For the first two weeks of bee life, the gene is relatively silent. For the second two weeks of its life, the gene is busy indeed, activated with particular vigor in the optic lobes and the so-called mushroom bodies of the bee brain. The mushroom bodies, named for their resemblance to the fungus, are the main centers for processing a multitude of sensory signals, including those involved in sight, balance and orientation — exactly the facilities that a bee must call on in her new responsibilities as breadwinner.

To demonstrate that the upswing in foraging gene activity was not simply a result of the bee's growing older, but instead was linked to the new behavioral demands, the researchers manipulated hive population dynamics. They removed the foragers, leaving only nurses behind. With no bees bringing home the essential ingredients for honey, some of the nurses turned to foraging precociously. And though they were only days old, rather than weeks, their foraging gene had snapped to life.

Similarly, the researchers were able to recruit nurses to the foraging trade early by feeding them a compound that stimulated the foraging gene.

The researchers have a basic idea of how the foraging gene operates. Using its instructions, a cell generates a protein called a protein kinase, which plunks little molecular bundles onto other proteins in the cell, altering their shape and thus their function. Hence, the real question about the foraging gene is, what proteins does its specified protein interact with?

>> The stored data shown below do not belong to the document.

import { describe, expect, it } from "vitest";
import { fluidProperties, freezingPointC, pressureDropRatioAtSameVolumeFlow, tubeSideCoefficientRatio } from "@/lib/engine/glycol";
import { glycolPumpPowerKW, pumpPowerKW } from "@/lib/engine/pumps";

describe("loop fluid properties", () => {
  // Source: IAPWS water at 20 °C: ρ = 998.2 kg/m³, cp = 4.182 kJ/(kg·K), μ = 1.002 mPa·s, k = 0.598 W/(m·K)
  // [memory; standard steam-table values]; the table's 0 % column must reproduce them.
  it("water column reproduces standard water properties", () => {
    const w = fluidProperties("none", 0, 20);
    expect(w.densityKgPerM3).toBeCloseTo(998.2, 0);
    expect(w.specificHeatKJPerKgK).toBeCloseTo(4.182, 2);
    expect(w.viscosityPaS * 1000).toBeCloseTo(1.002, 2);
    expect(w.conductivityWPerMK).toBeCloseTo(0.598, 2);
  });

  // Source: Melinder (2010), IIR; ASHRAE Handbook—Fundamentals ch.31 gives similar values [memory]:
  // 30 % propylene glycol at 20 °C: ρ ≈ 1024 kg/m³, cp ≈ 3.9 kJ/(kg·K); freezes near −13 °C.
  it("30 % propylene glycol is denser, has a lower cp and a higher viscosity than water", () => {
    const g = fluidProperties("propyleneGlycol", 0.3, 20);
    const w = fluidProperties("none", 0, 20);
    expect(g.densityKgPerM3).toBeGreaterThan(1020);
    expect(g.densityKgPerM3).toBeLessThan(1030);
    expect(g.specificHeatKJPerKgK).toBeGreaterThan(3.85);
    expect(g.specificHeatKJPerKgK).toBeLessThan(3.95);
    expect(g.viscosityPaS / w.viscosityPaS).toBeGreaterThan(2.5);
    expect(freezingPointC("propyleneGlycol", 0.3)).toBeLessThan(-11);
    expect(freezingPointC("propyleneGlycol", 0.3)).toBeGreaterThan(-15);
    expect(tubeSideCoefficientRatio(g, w)).toBeLessThan(0.8);
    expect(pressureDropRatioAtSameVolumeFlow(g, w)).toBeGreaterThan(1.2);
  });

  // Pump power P = ṁ·g·H/η; with glycol at the same mass flow more volume and more friction (Blasius).
  it("glycol raises pump power", () => {
    const w = fluidProperties("none", 0, 30);
    const g = fluidProperties("ethyleneGlycol", 0.3, 30);
    expect(pumpPowerKW(72, 22, 0.68)).toBeCloseTo((72 * 9.80665 * 22) / 0.68 / 1000, 12);
    expect(glycolPumpPowerKW(72, 22, 0.68, g, w)).toBeGreaterThan(pumpPowerKW(72, 22, 0.68) * 1.1);
    expect(glycolPumpPowerKW(72, 22, 0.68, w, w)).toBeCloseTo(pumpPowerKW(72, 22, 0.68), 9);
  });
});
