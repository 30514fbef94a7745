import { describe, expect, it } from "vitest";
import { AnalysisBudgetExceeded, analyzeScenario, isBudgetExceeded, timeBudget } from "@/lib/engine";
import { fixtureInput } from "./helpers";

const bins = fixtureInput("scenario-bins.json");

/** A clock that moves forward by `stepMs` at every reading (a stand-in for a slow machine). */
function steppingClock(stepMs: number) {
  let t = 0;
  return () => (t += stepMs);
}

describe("the analysis time budget", () => {
  it("lets an analysis finish inside its budget", () => {
    const r = analyzeScenario(bins, undefined, timeBudget(60_000, steppingClock(1)));
    expect(r.economics.options.length).toBe(bins.options.length);
  });

  it("stops an analysis that runs past its budget with a clear error naming the budget and the step", () => {
    // Every clock reading is 1 s later; the budget of 3 s is spent at the fourth check.
    let err: unknown;
    try {
      analyzeScenario(bins, undefined, timeBudget(3_000, steppingClock(1_000)));
    } catch (e) {
      err = e;
    }
    expect(err).toBeInstanceOf(AnalysisBudgetExceeded);
    expect(isBudgetExceeded(err)).toBe(true);
    const e = err as AnalysisBudgetExceeded;
    expect(e.budgetMs).toBe(3_000);
    expect(e.message).toMatch(/time budget of 3 s/);
    expect(e.message).toMatch(/Reduce the Monte Carlo draws/);
    expect(e.stage).toBeTruthy();
  });

  it("checks during the Monte Carlo draws, not only between steps", () => {
    const withMc = { ...bins, sensitivity: undefined, monteCarlo: { ...bins.monteCarlo!, enabled: true, draws: 2000 } };
    let readings = 0;
    const clock = () => (readings++ < 6 ? 0 : 10_000);
    expect(() => analyzeScenario(withMc, undefined, timeBudget(1_000, clock))).toThrow(/during the Monte Carlo draws/);
  });
});
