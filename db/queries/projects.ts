import { sql } from "kysely";
import type { NewProject, ProjectUpdate, Executor } from "../schema";
import type { ProjectRole } from "@/db/enums";


const projectColumns = [
  "projects.id",
  "projects.firm_id as firmId",
  "projects.name",
  "projects.client_name as clientName",
  "projects.site_name as siteName",
  "projects.location_label as locationLabel",
  "projects.elevation_m as elevationM",
  "projects.unit_system as unitSystem",
  "projects.currency",
  "projects.created_at as createdAt",
  "projects.updated_at as updatedAt",
  "projects.revision",
] as const;

/** The project with the viewer's client role on it (null when none), or undefined when it does not exist. */
export async function findProjectForUser(db: Executor, projectId: string, userId: string) {
  return db
    .selectFrom("projects")
    .innerJoin("firms", "firms.id", "projects.firm_id")
    .leftJoin("project_access", (j) =>
      j.onRef("project_access.project_id", "=", "projects.id").on("project_access.user_id", "=", userId),
    )
    .select([...projectColumns, "firms.name as firmName", "project_access.role as clientRole"])
    .where("projects.id", "=", projectId)
    .executeTakeFirst();
}

/** Projects of the viewer's firms ("I work on") and projects shared with them ("shared with me"). */
export async function listProjectsForUser(db: Executor, userId: string, search?: string) {
  let q = db
    .selectFrom("projects")
    .innerJoin("firms", "firms.id", "projects.firm_id")
    .leftJoin("firm_members", (j) =>
      j.onRef("firm_members.firm_id", "=", "projects.firm_id").on("firm_members.user_id", "=", userId),
    )
    .leftJoin("project_access", (j) =>
      j.onRef("project_access.project_id", "=", "projects.id").on("project_access.user_id", "=", userId),
    )
    .select([
      ...projectColumns,
      "firms.name as firmName",
      "firm_members.role as firmRole",
      "project_access.role as clientRole",
    ])
    .where((eb) => eb.or([eb("firm_members.user_id", "is not", null), eb("project_access.user_id", "is not", null)]));
  if (search && search.trim()) {
    const like = `%${search.trim().replace(/[%_\\]/g, (c) => `\\${c}`)}%`;
    q = q.where((eb) =>
      eb.or([
        eb("projects.name", "ilike", like),
        eb("projects.client_name", "ilike", like),
        eb("projects.site_name", "ilike", like),
        eb("projects.location_label", "ilike", like),
      ]),
    );
  }
  return q.orderBy("projects.updated_at", "desc").execute();
}

export async function insertProject(db: Executor, p: NewProject) {
  return db.insertInto("projects").values(p).returning("id").executeTakeFirstOrThrow();
}

export async function updateProject(db: Executor, projectId: string, p: ProjectUpdate) {
  await db
    .updateTable("projects")
    .set({ ...p, updated_at: sql`now()` })
    .where("id", "=", projectId)
    .execute();
}

/**
 * Update a project's fields only while its revision is still `expectedRevision` (and step it by one):
 * the new revision, or null when someone else's edit came first (nothing written).
 */
export async function updateProjectAtRevision(db: Executor, projectId: string, expectedRevision: number, p: ProjectUpdate): Promise<number | null> {
  const row = await db
    .updateTable("projects")
    .set({ ...p, revision: sql<number>`revision + 1`, updated_at: sql`now()` })
    .where("id", "=", projectId)
    .where("revision", "=", expectedRevision)
    .returning("revision")
    .executeTakeFirst();
  return row?.revision ?? null;
}

/** Who last edited a project's fields and when (from the audit trail), for a refused stale edit. */
export async function lastProjectEdit(db: Executor, projectId: string) {
  return db
    .selectFrom("projects")
    .leftJoin(
      (eb) =>
        eb
          .selectFrom("audit_events")
          .leftJoin("users", "users.id", "audit_events.actor_id")
          .select(["audit_events.project_id", "users.name as actorName"])
          .where("audit_events.project_id", "=", projectId)
          .where("audit_events.action", "=", "project.edit")
          .orderBy("audit_events.id", "desc")
          .limit(1)
          .as("last"),
      (j) => j.onRef("last.project_id", "=", "projects.id"),
    )
    .select(["projects.revision", "projects.updated_at as updatedAt", "last.actorName"])
    .where("projects.id", "=", projectId)
    .executeTakeFirst();
}

export async function grantProjectAccess(
  db: Executor,
  g: { projectId: string; userId: string; role: ProjectRole; grantedBy: string | null },
) {
  await db
    .insertInto("project_access")
    .values({ project_id: g.projectId, user_id: g.userId, role: g.role, granted_by: g.grantedBy })
    .onConflict((oc) => oc.columns(["project_id", "user_id"]).doUpdateSet({ role: g.role }))
    .execute();
}

export async function listProjectAccess(db: Executor, projectId: string) {
  return db
    .selectFrom("project_access")
    .innerJoin("users", "users.id", "project_access.user_id")
    .select(["users.id as userId", "users.name", "users.email", "project_access.role", "project_access.created_at as grantedAt"])
    .where("project_access.project_id", "=", projectId)
    .orderBy("users.name")
    .execute();
}

/** A project's site and report settings, as a scenario's analysis needs them. */
export function findProjectSite(ex: Executor, projectId: string) {
  return ex
    .selectFrom("projects")
    .select(["id", "name", "elevation_m as elevationM", "location_label as locationLabel", "site_name as siteName", "unit_system as unitSystem", "currency"])
    .where("id", "=", projectId)
    .executeTakeFirst();
}
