import { describe, expect, it } from "vitest";
import { fitTowerCharacteristic, liquidToGasFromFanPower } from "@/lib/engine/tower-fit";

import { F, P, coldWater } from "./merkel-reference";

describe("fitting the tower characteristic to rating points", () => {
  // Issue 11's check: 95/85/78 °F design (range 10 °F = 5.556 K, wet-bulb 78 °F) at L/G 1.2, C = 1.3241, n = 0.6.
  const C = 1.3241;
  const N = 0.6;
  const wb = F(78);
  const range = F(95) - F(85);

  it("three points generated from C = 1.3241, n = 0.6 are fitted back within 0.5 %", () => {
    const lgs = [0.9, 1.2, 1.5];
    const points = lgs.map((lg) => {
      const cold = coldWater(C, N, lg, range, wb);
      return { waterFlowKgPerS: 50, enteringWaterC: cold + range, leavingWaterC: cold, wetBulbC: wb, liquidToGasRatio: lg };
    });
    // At the design L/G the generated tower should give about the design's 85 °F (a sanity check of the generator).
    expect(points[1]!.leavingWaterC).toBeGreaterThan(F(80));
    expect(points[1]!.leavingWaterC).toBeLessThan(F(90));
    const fit = fitTowerCharacteristic(points, P, 0.6)!;
    expect(fit.method).toBe("fitted");
    console.log(`[tower fit] C ${fit.coefficientC.toFixed(5)} (${(100 * (fit.coefficientC / C - 1)).toFixed(3)} %), n ${fit.exponentN.toFixed(5)} (${(100 * (fit.exponentN / N - 1)).toFixed(3)} %)`);
    expect(Math.abs(fit.coefficientC / C - 1)).toBeLessThan(0.005);
    expect(Math.abs(fit.exponentN / N - 1)).toBeLessThan(0.005);
    for (const p of fit.points) expect(Math.abs(p.residualFraction)).toBeLessThan(0.005);
  });

  it("one point: the default exponent is used and said so; C puts the characteristic through the point", () => {
    const cold = coldWater(C, 0.75, 1.1, range, wb);
    const fit = fitTowerCharacteristic([{ waterFlowKgPerS: 50, enteringWaterC: cold + range, leavingWaterC: cold, wetBulbC: wb, liquidToGasRatio: 1.1 }], P, 0.6)!;
    expect(fit.method).toBe("defaultExponent");
    expect(fit.exponentN).toBe(0.6);
    expect(Math.abs(fit.points[0]!.residualFraction)).toBeLessThan(1e-9);
  });

  it("shows each point's residual when the points do not lie on one characteristic", () => {
    const pts = [0.9, 1.2, 1.5].map((lg, i) => {
      const cold = coldWater(C, N, lg, range, wb) + (i === 1 ? 0.4 : 0);
      return { waterFlowKgPerS: 50, enteringWaterC: cold + range, leavingWaterC: cold, wetBulbC: wb, liquidToGasRatio: lg };
    });
    const fit = fitTowerCharacteristic(pts, P, 0.6)!;
    expect(fit.points).toHaveLength(3);
    expect(Math.max(...fit.points.map((p) => Math.abs(p.residualFraction)))).toBeGreaterThan(0.01);
  });

  it("refuses impossible points and names why", () => {
    const fit = fitTowerCharacteristic(
      [
        { waterFlowKgPerS: 50, enteringWaterC: 30, leavingWaterC: 24, wetBulbC: 25, liquidToGasRatio: 1.2 },
        { waterFlowKgPerS: 50, enteringWaterC: 30, leavingWaterC: 31, wetBulbC: 25, liquidToGasRatio: 1.2 },
      ],
      P,
      0.6,
    );
    expect(fit).toBeNull();
  });

  it("L/G from fan power by the fan laws: an eighth of the power is half the airflow, so twice the L/G", () => {
    expect(liquidToGasFromFanPower({ waterFlowKgPerS: 50, fanPowerKW: 15 / 8 }, { waterFlowKgPerS: 50, fanPowerKW: 15, liquidToGasRatio: 1.2 })).toBeCloseTo(2.4, 12);
  });
});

And how does all that molecular commotion end up putting the buzz in a bee's bonnet?

One way to begin sorting out the many genetic players in a bee brain, as well as a bee body, Dr. Robinson said, is through a bee genome project, deciphering all the subunits of bee DNA as has been done, more or less, with the human genome.

The National Institutes of Health is now deciding which genomes of which species are worth decoding in their entirety. Among the candidates are chickens, dogs, sea urchins, cows, freshwater turtles and an assortment of nonhuman primates.

Dr. Robinson believes in his bees. "With a honeybee, you get a lot of bang for your buck," he said. "It has a modest-sized genome, yet it has sophisticated behavior, it learns, it's highly social and because it's an insect, there's a possibility we can understand it in great depth."